▶ What the exercise asks
Restate word for word the lines in the listing below, starting at the line containing "[](const date::time_zone& zone, std::string_view" and ending at the line containing "const Stretch stretch", both included; leave out the rest.
-------- Data extract
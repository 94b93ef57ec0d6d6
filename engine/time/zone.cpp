// SPDX-License-Identifier: MIT
//
// Two things that the system's tables leave to their reader:
// - They flag summer time but do not say by how much the clocks are forward. The amount is the difference to the
//   standard time before it (or after it, at the beginning of the tables).
// - They end with 2037 (with 2086 for two zones whose summer time heeds Ramadan; these then stand still). Later years
//   repeat the rule of that time: a day from March on is looked up on the same date of a year near 2037 in which it
//   falls on the same weekday; January and February, in which no rule changes the clocks, in 2037.
#include "engine/time/zone.hpp"

#include <date/tz.h>

#include <algorithm>
#include <array>
#include <cassert>
#include <cctype>
#include <numeric>
#include <stdexcept>

namespace dialwright {
namespace {

using namespace std::chrono;

constexpr year k_last_table_year{2037};
constexpr Instant k_tables_end = sys_days{(k_last_table_year + years{1}) / January / 1};
constexpr auto k_longest_summer_time = years{10}; // in wars it went on for years
constexpr auto k_endless = years{1000};           // longer is only what lies before or after the tables
constexpr seconds k_most_summer_time = hours{2};  // double summer time, the most that any zone has kept

/// A stretch of time with one offset.
struct Stretch {
    Instant begin;
    Instant end;
    seconds offset{0};
    bool flagged = false; // as summer time
    std::string abbreviation;
    days shift{0}; // later than the stretch of the tables that it repeats
};

date::sys_seconds to_seconds(Instant utc) {
    return date::sys_seconds{floor<seconds>(utc.time_since_epoch())};
}

/// The ends of the tables are given as years beyond what microseconds hold.
Instant to_instant(date::sys_seconds when) {
    constexpr auto k_far = sys_days{year{9999} / January / 1};
    constexpr auto k_long_ago = sys_days{year{-9999} / January / 1};
    return Instant{std::clamp<sys_seconds>(sys_seconds{when.time_since_epoch()}, k_long_ago, k_far)};
}

Stretch in_tables(const date::time_zone* zone, Instant utc) {
    const date::sys_info info = zone->get_info(to_seconds(utc));
    return {to_instant(info.begin), to_instant(info.end), info.offset, info.save != minutes{0}, info.abbrev, days{0}};
}

/// The latest year of the tables whose 1 March is this weekday.
year year_like(weekday first_of_march) {
    constexpr std::array<int, 7> k_years{2037, 2032, 2033, 2034, 2035, 2030, 2036}; // Sunday first
    return year{k_years[first_of_march.c_encoding()]};
}

/// Where a day after 2037 is looked up: from `begin` to `end`, all days are `shift` later than their like in the tables.
struct Repeat {
    Instant begin;
    Instant end;
    days shift{0};
};

Repeat repeat_of(Instant utc) {
    const year_month_day date{floor<days>(utc)};
    const sys_days new_year = date.year() / January / 1, spring = date.year() / March / 1;
    if (date.month() < March)
        return {new_year, spring, new_year - sys_days{k_last_table_year / January / 1}};
    const sys_days like = year_like(weekday{spring}) / March / 1;
    return {spring, sys_days{(date.year() + years{1}) / January / 1}, spring - like};
}

Stretch stretch_at(const date::time_zone* zone, Instant utc) {
    Stretch found = in_tables(zone, utc);
    const Instant last_rule = sys_days{k_last_table_year / January / 1};
    const bool goes_on = found.end - found.begin > k_endless && found.begin >= last_rule && found.begin < k_tables_end;
    if (!goes_on)
        return found;
    if (utc < k_tables_end) {
        found.end = k_tables_end;
        return found;
    }
    const Repeat repeat = repeat_of(utc);
    found = in_tables(zone, utc - repeat.shift);
    found.begin = std::max(found.begin + repeat.shift, repeat.begin);
    found.end = std::min(found.end + repeat.shift, repeat.end);
    found.shift = repeat.shift;
    return found;
}

/// Flagged as summer time, yet lower than what is around it: a winter time in truth, and so standard.
bool is_low_winter(const date::time_zone* zone, const Stretch& stretch) {
    if (!stretch.flagged)
        return false;
    const Stretch before = in_tables(zone, stretch.begin - seconds{1});
    if (before.flagged || before.offset <= stretch.offset)
        return false;
    const Stretch after = in_tables(zone, stretch.end);
    return after.begin <= stretch.begin || after.offset > stretch.offset;
}

/// The standard offset that belongs to a stretch of the tables.
seconds standard_of(const date::time_zone* zone, const Stretch& stretch) {
    if (is_low_winter(zone, stretch))
        return stretch.offset;
    const Stretch before = in_tables(zone, stretch.begin - seconds{1});
    if (!stretch.flagged) {
        const Stretch after = in_tables(zone, stretch.end);
        for (const Stretch& next : {before, after})
            if (next.offset < stretch.offset && is_low_winter(zone, next))
                return next.offset;
        return stretch.offset;
    }
    // The nearest standard time that this can be the summer time of; a zone that changed sides or left its local mean
    // time long ago is further away.
    const auto fits = [&stretch](const Stretch& other) {
        return !other.flagged && other.offset < stretch.offset && stretch.offset - other.offset <= k_most_summer_time;
    };
    // The first and last stretches of the tables reach so far that they end the search.
    for (Stretch earlier = before; stretch.begin - earlier.end < k_longest_summer_time;
         earlier = in_tables(zone, earlier.begin - seconds{1})) {
        if (fits(earlier))
            return earlier.offset;
        if (earlier.end - earlier.begin > k_endless)
            break;
    }
    for (Stretch later = in_tables(zone, stretch.end); later.begin - stretch.end < k_longest_summer_time;
         later = in_tables(zone, later.end)) {
        if (fits(later))
            return later.offset;
        if (later.end - later.begin > k_endless)
            break;
    }
    return stretch.offset - hours{1};
}

std::string in_lower_case(std::string_view text) {
    std::string lower{text};
    for (char& c : lower)
        c = c == ' ' ? '_' : static_cast<char>(std::tolower(static_cast<unsigned char>(c)));
    return lower;
}

/// How many letters to change, add, leave out or swap with their neighbour.
std::size_t edit_distance(std::string_view a, std::string_view b) {
    std::vector<std::size_t> two_above(b.size() + 1), above(b.size() + 1), row(b.size() + 1);
    std::iota(above.begin(), above.end(), std::size_t{0});
    for (std::size_t i = 1; i <= a.size(); ++i) {
        row[0] = i;
        for (std::size_t j = 1; j <= b.size(); ++j) {
            row[j] = std::min({above[j] + 1, row[j - 1] + 1, above[j - 1] + (a[i - 1] == b[j - 1] ? 0 : 1)});
            if (i > 1 && j > 1 && a[i - 1] == b[j - 2] && a[i - 2] == b[j - 1])
                row[j] = std::min(row[j], two_above[j - 2] + 1);
        }
        std::swap(two_above, above);
        std::swap(above, row);
    }
    return above[b.size()];
}

/// The tables hold, beside the places, the machine's own setting.
bool is_a_place(const std::string& name) {
    return name != "localtime" && name != "posixrules";
}

} // namespace

std::optional<Zone> Zone::find(std::string_view tz_name) {
    const date::tzdb& database = date::get_tzdb();
    const auto found =
        std::lower_bound(database.zones.begin(), database.zones.end(), tz_name,
                         [](const date::time_zone& zone, std::string_view name) { return zone.name() < name; });
    if (found == database.zones.end() || found->name() != tz_name || !is_a_place(found->name()))
        return std::nullopt;
    return Zone{&*found};
}

const std::string& Zone::name() const {
    return zone_->name();
}

ZoneOffset Zone::at(Instant utc) const {
    const Stretch stretch = stretch_at(zone_, utc);
    const Stretch tabled = stretch.shift == days{0} ? stretch : in_tables(zone_, utc - stretch.shift);
    return {stretch.offset, stretch.offset - standard_of(zone_, tabled), stretch.abbreviation};
}

ClockReading Zone::to_clock(Instant utc) const {
    return ClockReading{utc.time_since_epoch() + stretch_at(zone_, utc).offset};
}

LocalReading Zone::to_utc(ClockReading reading) const {
    // A day to either side is out of reach of any one change of the clocks.
    const Instant as_utc{reading.time_since_epoch()};
    const seconds before = stretch_at(zone_, as_utc - days{1}).offset,
                  after = stretch_at(zone_, as_utc + days{1}).offset;
    const Instant by_before = as_utc - before, by_after = as_utc - after;
    const bool before_holds = to_clock(by_before) == reading, after_holds = to_clock(by_after) == reading;
    if (before_holds && after_holds && before != after)
        return {LocalReading::Kind::twice, std::min(by_before, by_after), std::max(by_before, by_after)};
    if (before_holds)
        return {LocalReading::Kind::unique, by_before, by_before};
    if (after_holds)
        return {LocalReading::Kind::unique, by_after, by_after};
    for (const Instant change : changes(as_utc - days{2}, as_utc + days{2}))
        if (to_clock(change) > reading)
            return {LocalReading::Kind::never, change, change};
    assert(false); // a reading is missing only where the clocks were put forward
    return {LocalReading::Kind::never, by_before, by_before};
}

std::vector<Instant> Zone::changes(Instant first, Instant last) const {
    std::vector<Instant> found;
    // From just before `first`, so that a change at `first` itself is seen.
    Stretch now = stretch_at(zone_, first - seconds{1});
    while (now.end < last) {
        const Stretch next = stretch_at(zone_, now.end);
        if (next.offset != now.offset && now.end >= first)
            found.push_back(now.end);
        if (next.end <= now.end)
            break; // the end of the tables
        now = next;
    }
    return found;
}

Angle Zone::meridian(int wanted_year) const {
    // The middle of each month: what most of them say.
    std::array<seconds, 12> standards{};
    for (unsigned m = 1; m <= 12; ++m)
        standards[m - 1] = at(Instant{sys_days{year{wanted_year} / month{m} / 15}}).standard();
    const auto most = std::max_element(standards.begin(), standards.end(), [&standards](seconds a, seconds b) {
        return std::count(standards.begin(), standards.end(), a) < std::count(standards.begin(), standards.end(), b);
    });
    return Angle::hours(static_cast<double>(most->count()) / 3600.0);
}

std::vector<std::string> nearest_zone_names(std::string_view wrong, int n) {
    struct Candidate {
        std::size_t distance;
        std::string_view name;
    };
    const std::string wanted = in_lower_case(wrong);
    std::vector<Candidate> candidates;
    for (const date::time_zone& zone : date::get_tzdb().zones) {
        if (!is_a_place(zone.name()))
            continue;
        const std::string name = in_lower_case(zone.name());
        const std::string city = name.substr(name.rfind('/') == std::string::npos ? 0 : name.rfind('/') + 1);
        candidates.push_back({std::min(edit_distance(wanted, name), edit_distance(wanted, city)), zone.name()});
    }
    std::stable_sort(candidates.begin(), candidates.end(),
                     [](const Candidate& a, const Candidate& b) { return a.distance < b.distance; });
    std::vector<std::string> names;
    for (const Candidate& candidate : candidates) {
        if (static_cast<int>(names.size()) >= n)
            break;
        names.emplace_back(candidate.name);
    }
    return names;
}

} // namespace dialwright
----------------
▶ Solution for this exercise
                         [](const date::time_zone& zone, std::string_view name) { return zone.name() < name; });
    if (found == database.zones.end() || found->name() != tz_name || !is_a_place(found->name()))
        return std::nullopt;
    return Zone{&*found};
}

const std::string& Zone::name() const {
    return zone_->name();
}

ZoneOffset Zone::at(Instant utc) const {
    const Stretch stretch = stretch_at(zone_, utc);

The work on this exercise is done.